* **Exercise instructions**: Scan the material for the string "others" and copy out every line in which it occurs.
[Opening Data in this exercise section]
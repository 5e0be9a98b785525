"""Output directories: --overwrite replaces only lagfield's own results, results appear whole
or not at all (also when the process is killed), exporters are contained, run.json says
what the run read, did and wrote."""

from __future__ import annotations

import errno
import json
import os
import signal
import stat
import subprocess
import sys
import textwrap
import time
from pathlib import Path

import numpy as np
import pandas as pd
import pytest
from scipy import constants

import lagfield
from lagfield import outputs
from lagfield.exporting import run_exporters
from lagfield.outputs import (
    JOURNAL_NAME,
    LOCK_NAME,
    MANIFEST_NAME,
    OutputWarning,
    open_output,
)
from lagfield.registry import PluginInfo, build_registry

GAMMA = 3.0


def write_tracks(path: Path) -> None:
    """One charge at γ = 3 along z, 201 samples over 2 ns, with momenta."""
    beta = np.sqrt(1.0 - 1.0 / GAMMA**2)
    t = np.linspace(-1e-9, 1e-9, 201)
    pd.DataFrame({"particle": 0, "t": t, "x": 0.0, "y": 0.0, "z": beta * constants.c * t,
                  "ux": 0.0, "uy": 0.0, "uz": beta * GAMMA}).to_csv(path, index=False)


def make_run(folder: Path, *, out="out", formats=("parquet", "csv"), step="2 ps",
             tracks="tracks.csv", extra="") -> Path:
    folder.mkdir(parents=True, exist_ok=True)
    if not (folder / tracks).exists():
        (folder / tracks).parent.mkdir(parents=True, exist_ok=True)
        write_tracks(folder / tracks)
    run_file = folder / "run.toml"
    run_file.write_text(textwrap.dedent(f"""
        [tracks]
        path = "{tracks}"
        charge = "-1 e"

        [[observers]]
        name = "near"
        points = [[0.05, 0.0, 0.0]]

        [time]
        step = "{step}"
        {extra}
        [output]
        dir = "{out}"
        formats = {json.dumps(list(formats))}
        """))
    return run_file


def contents(folder: Path) -> dict[str, bytes]:
    """Every file under folder (hidden ones included) and its bytes."""
    return {p.relative_to(folder).as_posix(): p.read_bytes()
            for p in sorted(folder.rglob("*")) if p.is_file()}


def visible(folder: Path) -> list[str]:
    return sorted(p.relative_to(folder).as_posix() for p in folder.rglob("*")
                  if p.is_file() and not p.name.startswith(".lagfield"))


def leftovers(folder: Path) -> list[str]:
    """Hidden working files of lagfield (the manifest is a result, not a leftover)."""
    return sorted(p.name for p in folder.iterdir()
                  if p.name.startswith(".lagfield") and p.name != MANIFEST_NAME)


# --------------------------------------------------------------------------- exporters
class NestedExporter:
    """Writes into sub-directories, as an exporter may."""

    name = "nested"
    description = "files in sub-directories"

    def write(self, result, directory, options):
        (directory / "figures" / "deep").mkdir(parents=True)
        (directory / "figures" / "a.txt").write_text("a")
        (directory / "figures" / "deep" / "b.txt").write_text(str(len(result.fields)))
        return ["figures/a.txt", "figures/deep/b.txt"]
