"""The retarded-time condition t = t′ + |r_obs − r(t′)|/c, solved for t′.

g(t′) = t′ + R(t′)/c − t is increasing (g′ = κ = 1 − n·β > 0 for |β| < 1), so a root is
bracketed by t′ = t (where g = R/c ≥ 0) and a point found by stepping back in growing
steps; a Newton step is taken when it stays inside the bracket and a bisection otherwise,
so the root cannot be lost even where κ is as small as 1/(2γ²). For an ultra-relativistic
charge the root may lie far before the sampled track (about 2γ² × distance / c): the
search does not assume the root is inside the track's span.
"""

from __future__ import annotations

import numpy as np
from scipy import constants

C = constants.c
MAX_ITERATIONS = 400


def retarded_time(motion, observer_m, t_obs_s, *, far_direction=None, far_distance_m=None,
                  origin_m=(0.0, 0.0, 0.0)):
    """Source times t′ (array like t_obs_s) at which light reaching `observer_m` (3,), or
    one observer per time (K, 3), at t_obs_s left the charge. With `far_direction` n ((3,)
    or (K, 3)) and `far_distance_m` R₀ the far-field condition
    t = t′ + (R₀ − n·(r(t′) − origin))/c is solved instead."""
    t_obs = np.atleast_1d(np.asarray(t_obs_s, dtype=float))
    observer = None if observer_m is None else np.asarray(observer_m, dtype=float)
    origin = np.asarray(origin_m, dtype=float)

    def delay_and_slope(t_src):
        r, beta, inv_g2, _ = motion.evaluate(t_src)
        if far_direction is None:
            d = observer - r
            distance = np.sqrt(np.einsum("ij,ij->i", d, d))
            n = d / distance[:, None]
            delay = distance / C
        else:
            n = np.broadcast_to(np.asarray(far_direction, dtype=float), r.shape)
            delay = (far_distance_m - np.einsum("ij,ij->i", n, r - origin)) / C
        nb = np.einsum("ij,ij->i", n, beta)
        cross = np.cross(n, beta)
        kappa = (inv_g2 + np.einsum("ij,ij->i", cross, cross)) / (1.0 + nb)
        return delay, kappa

    high = t_obs.copy()
    delay, _ = delay_and_slope(high)
    g_high = delay  # g(t) = R/c >= 0 (near field); the far-field delay may be negative
    reach = np.maximum(np.abs(delay), 1e-30)
    for _ in range(MAX_ITERATIONS):
        below = g_high < 0.0
        if not below.any():
            break
        high = np.where(below, high + reach, high)
        g_high = np.where(below, high + delay_and_slope(high)[0] - t_obs, g_high)
        reach = np.where(below, reach * 4.0, reach)
    reach = np.maximum(np.abs(delay), 1e-30)
    low = high - reach
    for _ in range(MAX_ITERATIONS):
        g_low = low + delay_and_slope(low)[0] - t_obs
        above = g_low > 0.0
        if not above.any():
            break
        reach = np.where(above, reach * 4.0, reach)
        high = np.where(above, low, high)
        g_high = np.where(above, g_low, g_high)
        low = np.where(above, high - reach, low)
    else:
        raise RuntimeError("retarded time: no bracket found")
    x = np.where(g_high == 0.0, high, low)
    done = g_high == 0.0
    for _ in range(MAX_ITERATIONS):
        delay, kappa = delay_and_slope(x)
        g = x + delay - t_obs
        low = np.where(g <= 0.0, x, low)
        high = np.where(g >= 0.0, x, high)
        newton = x - g / kappa
        inside = (newton > low) & (newton < high)
        x_new = np.where(inside, newton, 0.5 * (low + high))
        tolerance = 4.0 * np.finfo(float).eps * np.maximum(np.abs(x), np.abs(t_obs))
        converged = (np.abs(g) <= tolerance) | (high - low <= tolerance)
        done = done | converged
        if done.all():
            return x
        x = np.where(done, x, x_new)
    return x
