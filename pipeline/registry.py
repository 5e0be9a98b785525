"""Plugin discovery: builds the name -> plugin tables from the entry-point group
``lagfield.plugins``. A plugin that fails to load or registers malformed objects becomes a
`BrokenPlugin` that is reported by name; it never stops the others from working."""

from __future__ import annotations

import dataclasses
import functools
import importlib.metadata
import os
import traceback

import pluggy

from . import hookspecs
from .errors import PluginError

ENTRY_POINT_GROUP = "lagfield.plugins"
IMPORTER_ATTRIBUTES = ("name", "description", "extensions", "can_read", "read")
EXPORTER_ATTRIBUTES = ("name", "description", "write")


@dataclasses.dataclass(frozen=True)
class BrokenPlugin:
    """A plugin that could not be used, with the reason."""

    name: str
    distribution: str
    error: str


@dataclasses.dataclass(frozen=True)
class PluginInfo:
    """One registered importer or exporter, with where it came from."""

    kind: str  # "importer" or "exporter"
    name: str
    plugin: object
    distribution: str  # "name version" of the distribution that provides it


class Registry:
    """The importers and exporters available, built from one plugin manager."""

    def __init__(self, manager: pluggy.PluginManager, sources: dict[str, str],
                 broken: list[BrokenPlugin]):
        self.manager = manager
        self.broken = list(broken)
        self.importers: dict[str, list[PluginInfo]] = {}
        self.exporters: dict[str, list[PluginInfo]] = {}
        self._collect("importer", manager.hook.lagfield_register_importers, sources,
                      IMPORTER_ATTRIBUTES, self.importers)
        self._collect("exporter", manager.hook.lagfield_register_exporters, sources,
                      EXPORTER_ATTRIBUTES, self.exporters)

    def _collect(self, kind, hook, sources, required, table):
        for impl in hook.get_hookimpls():
            plugin_name = self.manager.get_name(impl.plugin) or repr(impl.plugin)
            distribution = sources.get(plugin_name, "(registered in-process)")
            try:
                objects = impl.function()
                for obj in objects or ():
                    missing = [a for a in required if not hasattr(obj, a)]
                    if missing:
                        raise TypeError(f"{kind} object {obj!r} lacks {', '.join(missing)}")
                    table.setdefault(obj.name, []).append(
                        PluginInfo(kind, obj.name, obj, distribution))
            except Exception as exc:  # a broken plugin must not break the others
                self.broken.append(BrokenPlugin(plugin_name, distribution,
                                                f"{type(exc).__name__}: {exc}"))

    def _select(self, kind: str, table: dict[str, list[PluginInfo]], name: str):
        for broken in self.broken:
            if broken.name == name:
                raise PluginError(f"{kind} '{name}' ({broken.distribution}) failed to load: "
                                  f"{broken.error}")
        infos = table.get(name)
        if not infos:
            known = ", ".join(sorted(table)) or "none"
            raise PluginError(f"no {kind} named '{name}' is installed (installed: {known})")
        if len(infos) > 1:
            origins = " and ".join(i.distribution for i in infos)
            raise PluginError(f"{kind} name '{name}' is registered twice, by {origins}")
        info = infos[0]
        for module in getattr(info.plugin, "requires", ()) or ():
            try:
                __import__(module)
            except ImportError as exc:
                raise PluginError(f"{kind} '{name}' ({info.distribution}) needs the package "
                                  f"'{module}': {exc}") from None
        return info.plugin

    def importer(self, name: str):
        """The importer called `name`; a clear PluginError if it is missing or broken."""
        return self._select("importer", self.importers, name)

    def exporter(self, name: str):
        """The exporter called `name`; a clear PluginError if it is missing or broken."""
        return self._select("exporter", self.exporters, name)

    def importer_for(self, path) -> object:
        """The importer that claims the suffix of `path` and says it can read it."""
        suffix = "".join(path.suffixes[-1:]).lower()
        candidates = [infos[0].plugin for infos in self.importers.values()
                      if suffix in tuple(e.lower() for e in infos[0].plugin.extensions)]
        if not candidates:
            known = sorted({e for infos in self.importers.values()
                            for e in infos[0].plugin.extensions})
            raise PluginError(f"no importer claims files ending in '{suffix or '(none)'}' "
                              f"({path}); known endings: {', '.join(known)}; "
                              "set [tracks] format to choose one")
        return candidates[0]


def _distribution_label(entry_point) -> str:
    dist = getattr(entry_point, "dist", None)
    if dist is None:
        return "(unknown distribution)"
    return f"{dist.metadata['Name']} {dist.version}"


def build_registry(*, autoload: bool | None = None, extra_plugins=()) -> Registry:
    """A fresh registry. `autoload` False skips the entry points (for tests);
    `extra_plugins` are (name, module-or-object) pairs registered as well."""
    if autoload is None:
        autoload = not os.environ.get("LAGFIELD_DISABLE_PLUGIN_AUTOLOAD")
    trace = bool(os.environ.get("LAGFIELD_TRACE_PLUGINS"))
    manager = pluggy.PluginManager("lagfield")
    manager.add_hookspecs(hookspecs)
    if trace:
        manager.trace.root.setwriter(print)
        manager.enable_tracing()
    sources: dict[str, str] = {}
    broken: list[BrokenPlugin] = []
    if autoload:
        for entry_point in importlib.metadata.entry_points(group=ENTRY_POINT_GROUP):
            label = _distribution_label(entry_point)
            try:
                module = entry_point.load()
                manager.register(module, name=entry_point.name)
                sources[entry_point.name] = label
            except Exception as exc:
                detail = f"{type(exc).__name__}: {exc}"
                if trace:
                    detail += "\n" + traceback.format_exc()
                broken.append(BrokenPlugin(entry_point.name, label, detail))
    for name, plugin in extra_plugins:
        try:
            manager.register(plugin, name=name)
            sources[name] = "(registered in-process)"
        except Exception as exc:
            broken.append(BrokenPlugin(name, "(registered in-process)",
                                       f"{type(exc).__name__}: {exc}"))
    return Registry(manager, sources, broken)


@functools.cache
def get_registry() -> Registry:
    """The registry of installed plugins, built once per process; `refresh()` rebuilds."""
    return build_registry()


def refresh() -> Registry:
    """Forget the cached registry (after installing a plugin in a running process)."""
    get_registry.cache_clear()
    return get_registry()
[Closing Data in this exercise section]
* **Expected answer**:
`BrokenPlugin` that is reported by name; it never stops the others from working."""
            except Exception as exc:  # a broken plugin must not break the others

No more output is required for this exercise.